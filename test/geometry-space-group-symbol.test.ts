// Space-group symbols as files write them -> settings of the table (src/geometry/space-group-symbol.ts).
// References, live: gemmi's table and symbol lookup (Debian's python3-gemmi) and spglib's full symbols
// (python3-spglib); International Tables conventions named beside each case.
import { describe, expect, it } from 'vitest';
import type { CellParams, SymOp } from '../src/types.js';
import { canonicalOp } from '../src/geometry/symmetry.js';
import {
  defaultSetting, OTHER_SETTINGS, settingLabel, settingOperations, SPACE_GROUP_SETTINGS, type SpaceGroupSetting,
} from '../src/geometry/space-group-table.js';
import { settingFromNumber, settingFromSymbol } from '../src/geometry/space-group-symbol.js';
import { readCifText } from '../src/io/read.js';
import { GEMMI_OPS_TO_LIST, gemmiJson, type GemmiOp } from './geometry-gemmi.js';

interface GemmiRow {
  number: number;
  hm: string;
  xhm: string;
  short: string;
  ops: GemmiOp[];
}
// Reference: every entry of gemmi.spacegroup_table() with its H-M spellings and operations.
const gemmiRows = gemmiJson<GemmiRow[]>(
  `out = []\nfor s in gemmi.spacegroup_table():\n    g = s.operations()\n    out.append({"number": s.number, "hm": s.hm, "xhm": s.xhm(), "short": s.short_name(), "ops": ${GEMMI_OPS_TO_LIST}})\nprint(json.dumps(out))`,
);
// Reference: spglib's full H-M symbol of each of the 530 settings, as spglib writes it ('P 2_1/b 2_1/c 2_1/a').
const spglibFull = gemmiJson<string[]>(
  `import spglib\nprint(json.dumps([spglib.get_spacegroup_type(h)["international_full"] for h in range(1, 531)]))`,
);

function ourKeys(ops: SymOp[]): string {
  return ops
    .map((o) => {
      const c = canonicalOp(o);
      return `${c.rot.join(',')}|${c.trans.map((v) => Math.round(v * 24) % 24).join(',')}`;
    })
    .sort()
    .join(' ');
}
function gemmiKeys(ops: GemmiOp[]): string {
  return ops.map((o) => `${o.rot.flat().map((v) => v / 24).join(',')}|${o.tran.join(',')}`).sort().join(' ');
}
const opsOf = (s: SpaceGroupSetting): string => ourKeys(settingOperations(s));

/** A cell with the shape a setting needs (monoclinic: oblique angle on the unique axis; rhombohedral axes). */
function cellFor(s: SpaceGroupSetting): CellParams {
  const n = s.number;
  if (n <= 2) return { a: 5.1, b: 6.2, c: 7.3, alpha: 81, beta: 97, gamma: 103 };
  if (n <= 15) {
    const axis = /^-?([abc])/.exec(s.ext)?.[1] ?? 'b';
    return { a: 5.1, b: 6.2, c: 7.3, alpha: axis === 'a' ? 101 : 90, beta: axis === 'b' ? 101 : 90, gamma: axis === 'c' ? 101 : 90 };
  }
  if (n <= 74) return { a: 5.1, b: 6.2, c: 7.3, alpha: 90, beta: 90, gamma: 90 };
  if (n <= 142) return { a: 5.1, b: 5.1, c: 7.3, alpha: 90, beta: 90, gamma: 90 };
  if (n <= 194) return s.ext.endsWith('R') ? { a: 6, b: 6, c: 6, alpha: 50, beta: 50, gamma: 50 } : { a: 5.1, b: 5.1, c: 7.3, alpha: 90, beta: 90, gamma: 120 };
  return { a: 5.1, b: 5.1, c: 5.1, alpha: 90, beta: 90, gamma: 90 };
}

describe('every H-M spelling in gemmi\'s table (live)', () => {
  it('resolves each extended symbol with its suffix (P 1 21/c 1, P n n n:1, R -3 c:R) to exactly that setting', () => {
    const wrong: string[] = [];
    for (const g of gemmiRows) {
      const r = settingFromSymbol(g.xhm);
      if (r === null || opsOf(r.setting) !== gemmiKeys(g.ops)) wrong.push(`${g.xhm} -> ${r === null ? 'null' : settingLabel(r.setting)}`);
    }
    expect(wrong).toEqual([]);
  });

  it('resolves each bare symbol and each of gemmi\'s short names to a choice that includes that setting', () => {
    const wrong: string[] = [];
    for (const g of gemmiRows) {
      for (const spelling of [g.hm, g.short]) {
        const r = settingFromSymbol(spelling);
        if (r === null || !r.allowed.some((s) => opsOf(s) === gemmiKeys(g.ops))) wrong.push(`${spelling} (${g.xhm})`);
      }
    }
    expect(wrong).toEqual([]);
  });

  it('takes, for a bare symbol that two origins or two axes share, the International Tables default and says so', () => {
    // The ambiguous ones: origin choice 1 or 2, hexagonal or rhombohedral axes (gemmi writes them with a suffix).
    const ambiguous = SPACE_GROUP_SETTINGS.filter((s) => /^[12]|[HR]$/.test(s.ext));
    expect(ambiguous.length).toBe(gemmiRows.slice(0, 530).filter((g) => g.xhm.includes(':')).length);
    for (const s of ambiguous) {
      const r = settingFromSymbol(s.hm)!;
      expect(r.allowed.length, s.hm).toBe(2);
      expect(r.undecided, s.hm).toMatch(/does not say which of 2 settings is meant/);
      expect(r.setting.ext, s.hm).toBe(s.ext.replace(/^1/, '2').replace(/R$/, 'H'));
      if (s.ext.replace(/^[12]/, '') === '' || /[HR]$/.test(s.ext)) expect(r.setting, s.hm).toBe(defaultSetting(s.number));
    }
  });

  it('reads spglib\'s full symbols (underscored screws) as the same setting, up to the same ambiguity', () => {
    const wrong: string[] = [];
    SPACE_GROUP_SETTINGS.forEach((s, i) => {
      const r = settingFromSymbol(spglibFull[i]!);
      if (r === null || !r.allowed.some((a) => opsOf(a) === opsOf(s))) wrong.push(`${spglibFull[i]} (${settingLabel(s)})`);
    });
    expect(wrong).toEqual([]);
    expect(settingFromSymbol('P 2_1/n 2_1/m 2_1/a')!.setting.hm).toBe('P n m a');
    expect(settingFromSymbol('F 4/m -3 2/m')!.setting.hm).toBe('F m -3 m');
    expect(settingFromSymbol('P 6_3/m 2/m 2/c')!.setting.hm).toBe('P 63/m m c');
  });

  it('agrees with gemmi\'s own lookup on the e-glide names of International Tables 2002 (Cmce, Aem2, ...)', () => {
    const names = ['C m c e', 'C c m e', 'A e m a', 'A e a m', 'B b e m', 'B m e b', 'A e m 2', 'B m e 2', 'B 2 e m', 'C 2 m e', 'C m 2 e', 'A e 2 m',
      'A e a 2', 'B b e 2', 'B 2 e b', 'C 2 c e', 'C c 2 e', 'A e 2 a', 'C m m e', 'A e m m', 'B m e m', 'C c c e:1', 'C c c e:2', 'A e a a:1', 'B b e b:2', 'Cmce'];
    const ref = gemmiJson<Record<string, GemmiOp[]>>(
      `out = {}\nfor n in ${JSON.stringify(names)}:\n    g = gemmi.find_spacegroup_by_name(n).operations()\n    out[n] = ${GEMMI_OPS_TO_LIST}\nprint(json.dumps(out))`,
    );
    for (const n of names) {
      const r = settingFromSymbol(n);
      expect(r, n).not.toBeNull();
      // gemmi takes the first setting where the e-name covers two; ours must allow it.
      expect(r!.allowed.map(opsOf), n).toContain(gemmiKeys(ref[n]!));
    }
  });
});

describe('spellings files use', () => {
  it('reads every one of the 530 settings through case, spacing, screw and quoting variants', () => {
    const wrong: string[] = [];
    for (const s of SPACE_GROUP_SETTINGS) {
      const label = settingLabel(s);
      const [sym, code] = label.split(':') as [string, string | undefined];
      const suffix = code === undefined ? '' : `:${code}`;
      const variants = [
        label.toUpperCase().replace(/:([HR12])$/, ':$1'),
        label.toLowerCase(),
        `${sym.replace(/ /g, '')}${suffix}`,
        `${sym.replace(/(\d)(\d)/g, '$1_$2')}${suffix}`,
        `${sym.replace(/(\d)(\d)/g, '$1($2)')}${suffix}`,
        `'${sym} ${suffix}'`,
        `${sym}${code === '1' ? ' S' : code === '2' ? ' Z' : code === 'H' ? ' H' : code === 'R' ? ' R' : ''}`,
        `${sym} ${code === '1' ? '{origin choice 1}' : code === '2' ? '(origin choice 2)' : code === 'H' ? '{hexagonal axes}' : code === 'R' ? '{rhombohedral axes}' : ''}`,
        `${sym.replace(/-(\d)/g, '\u2212$1')}${suffix}`,
      ];
      // Monoclinic settings other than the first cell choice are told apart by their cell (done elsewhere).
      for (const v of variants) {
        const r = settingFromSymbol(v, { cell: cellFor(s) });
        if (r === null || opsOf(r.setting) !== opsOf(s)) wrong.push(`${v} -> ${r === null ? 'null' : settingLabel(r.setting)}`);
      }
    }
    expect(wrong).toEqual([]);
  });

  it('reads the cubic symbols written before 1983 without bars as the same groups (as in real files)', () => {
    for (const s of SPACE_GROUP_SETTINGS.filter((x) => x.number >= 200 && x.hm.split(' ')[2] === '-3')) {
      const old = s.hm.replace(' -3', ' 3');
      expect(settingFromSymbol(old)!.allowed, old).toEqual(settingFromSymbol(s.hm)!.allowed);
    }
    // 'P m 3 m' is 221, never 'P -4 3 m' (215).
    expect(settingFromSymbol('P m 3 m')!.setting.number).toBe(221);
  });

  it('reads the H lattice letter of rhombohedral groups on hexagonal axes (as gemmi does)', () => {
    expect(settingLabel(settingFromSymbol('H 3')!.setting)).toBe('R 3:H');
    expect(settingLabel(settingFromSymbol('H -3 m')!.setting)).toBe('R -3 m:H');
    expect(settingFromSymbol('H 4/m')).toBeNull();
  });

  it('decides what the symbol leaves open from the cell: rhombohedral axes and the monoclinic unique axis', () => {
    const rhombohedral = { a: 6, b: 6, c: 6, alpha: 47.5, beta: 47.5, gamma: 47.5 };
    const hexagonal = { a: 5, b: 5, c: 17, alpha: 90, beta: 90, gamma: 120 };
    for (const n of [146, 148, 155, 160, 161, 166, 167]) {
      const hm = defaultSetting(n).hm;
      expect(settingFromSymbol(hm, { cell: rhombohedral })!.setting.ext, hm).toBe('R');
      expect(settingFromSymbol(hm, { cell: rhombohedral })!.undecided, hm).toBeNull();
      expect(settingFromSymbol(hm, { cell: hexagonal })!.setting.ext, hm).toBe('H');
      expect(settingFromNumber(n, { cell: rhombohedral })!.setting.ext, hm).toBe('R');
    }
    // 'B 2/b' is B 1 1 2/b (unique axis c) or B 2/b 1 1 (unique axis a): the oblique angle says which.
    expect(settingLabel(settingFromSymbol('B 2/b', { cell: { a: 5, b: 6, c: 7, alpha: 90, beta: 90, gamma: 110 } })!.setting)).toBe('B 1 1 2/b');
    expect(settingLabel(settingFromSymbol('B 2/b', { cell: { a: 5, b: 6, c: 7, alpha: 110, beta: 90, gamma: 90 } })!.setting)).toBe('B 2/b 1 1');
    // A symbol that fixes the axes keeps them, and a cell of the other shape is noted.
    const r = settingFromSymbol('R -3 c:H', { cell: rhombohedral })!;
    expect(r.setting.ext).toBe('H');
    expect(r.notes.join()).toMatch(/'R -3 c:H' is on hexagonal axes but the cell does not have that shape \(a = b, alpha = beta = 90° and gamma = 120°\)/);
  });

  it('takes setting codes, origin markers and cell-setting items as hints', () => {
    expect(settingFromSymbol('R -3', { code: 'r' })!.setting.ext).toBe('R');
    expect(settingFromSymbol('R -3', { cellSetting: 'rhombohedral' })!.setting.ext).toBe('R');
    expect(settingFromSymbol('P n n n', { code: '1' })!.setting.ext).toBe('1');
    expect(settingFromSymbol('F d -3 m S')!.setting.ext).toBe('1');
    expect(settingFromSymbol('F D -3 M Z')!.setting.ext).toBe('2');
    expect(settingFromSymbol('R-3cR')!.setting.ext).toBe('R');
    expect(settingLabel(settingFromNumber(14, { code: 'b3' })!.setting)).toBe('P 1 21/a 1');
    expect(settingLabel(settingFromNumber(17, { code: 'cab' })!.setting)).toBe('P 21 2 2');
    expect(settingLabel(settingFromNumber(50, { code: '1cab' })!.setting)).toBe('P n c b:1');
    // A hint that does not fit is reported, not obeyed.
    const r = settingFromSymbol('P 21/c', { code: 'r' })!;
    expect(r.setting.hm).toBe('P 1 21/c 1');
    expect(r.notes.join()).toMatch(/the setting code 'r' does not fit 'P 21\/c'; it was ignored/);
  });

  it('names settings outside International Tables that programs still write, and says so', () => {
    for (const s of OTHER_SETTINGS.filter((x) => !/\)/.test(x.hm))) {
      const r = settingFromSymbol(s.hm);
      expect(r?.setting, s.hm).toBe(s);
      expect(r!.notes.join(), s.hm).toMatch(/is not one of the International Tables settings/);
    }
  });

  it('refuses text that names no setting', () => {
    for (const t of ['', "''", 'P 1 1 21/c', 'P 5', 'Q 21/c', 'P 21/c:b2', 'P 21/c:9', 'hello', 'P 4/m m m:R']) {
      expect(settingFromSymbol(t), t).toBeNull();
    }
    for (const n of [0, 231, -3, 14.5, NaN]) expect(settingFromNumber(n), String(n)).toBeNull();
  });
});

describe('a space-group number alone', () => {
  it('resolves each of the 230 numbers to the default setting, with gemmi\'s operations for it (live)', () => {
    // A cell of the default setting's shape, made large, and one site far (about 1 Å) from every symmetry element,
    // so that the atom sites cannot favour another origin: the reader must take the default.
    const ref = gemmiJson<GemmiOp[][]>(
      `out = []\nfor n in range(1, 231):\n    s = next(x for x in gemmi.spacegroup_table() if x.number == n and x.is_reference_setting())\n    g = s.operations()\n    out.append(${GEMMI_OPS_TO_LIST})\nprint(json.dumps(out))`,
    );
    const blocks: string[] = [];
    for (let n = 1; n <= 230; n++) {
      const shape = cellFor(defaultSetting(n));
      const c = { ...shape, a: shape.a * 10, b: shape.b * 10, c: shape.c * 10 };
      blocks.push(
        `data_n${n}\n_cell_length_a ${c.a}\n_cell_length_b ${c.b}\n_cell_length_c ${c.c}\n_cell_angle_alpha ${c.alpha}\n_cell_angle_beta ${c.beta}\n` +
          `_cell_angle_gamma ${c.gamma}\n_space_group_IT_number ${n}\nloop_\n_atom_site_label\n_atom_site_fract_x\n_atom_site_fract_y\n_atom_site_fract_z\nC1 0.0197 0.0613 0.1033\n`,
      );
    }
    const results = readCifText(blocks.join(''), 'numbers.cif');
    expect(results.length).toBe(230);
    const wrong: string[] = [];
    results.forEach((r, i) => {
      const n = i + 1;
      if (r.kind !== 'record') wrong.push(`${n}: ${r.rejected.reason}`);
      else if (r.record.setting !== defaultSetting(n) || ourKeys(r.record.ops) !== gemmiKeys(ref[i]!)) wrong.push(`${n}: ${r.record.setting?.hall}`);
      else if (r.record.opsOrigin !== 'symbol') wrong.push(`${n}: ${r.record.opsOrigin}`);
      else if (defaultSetting(n).ext !== '' && !/the space-group number \d+ alone does not say which of \d settings is meant/.test(r.record.notes.join())) {
        // Several settings fit the cell (origin choices, cell choices): the default is taken with a note.
        if (/^[12]|^b1$/.test(defaultSetting(n).ext)) wrong.push(`${n}: no note`);
      }
    });
    expect(wrong).toEqual([]);
  });
});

______________________________

What to do => Search the entries for the word "split" and copy every line that has it.

Task solution =>
      const [sym, code] = label.split(':') as [string, string | undefined];
    for (const s of SPACE_GROUP_SETTINGS.filter((x) => x.number >= 200 && x.hm.split(' ')[2] === '-3')) {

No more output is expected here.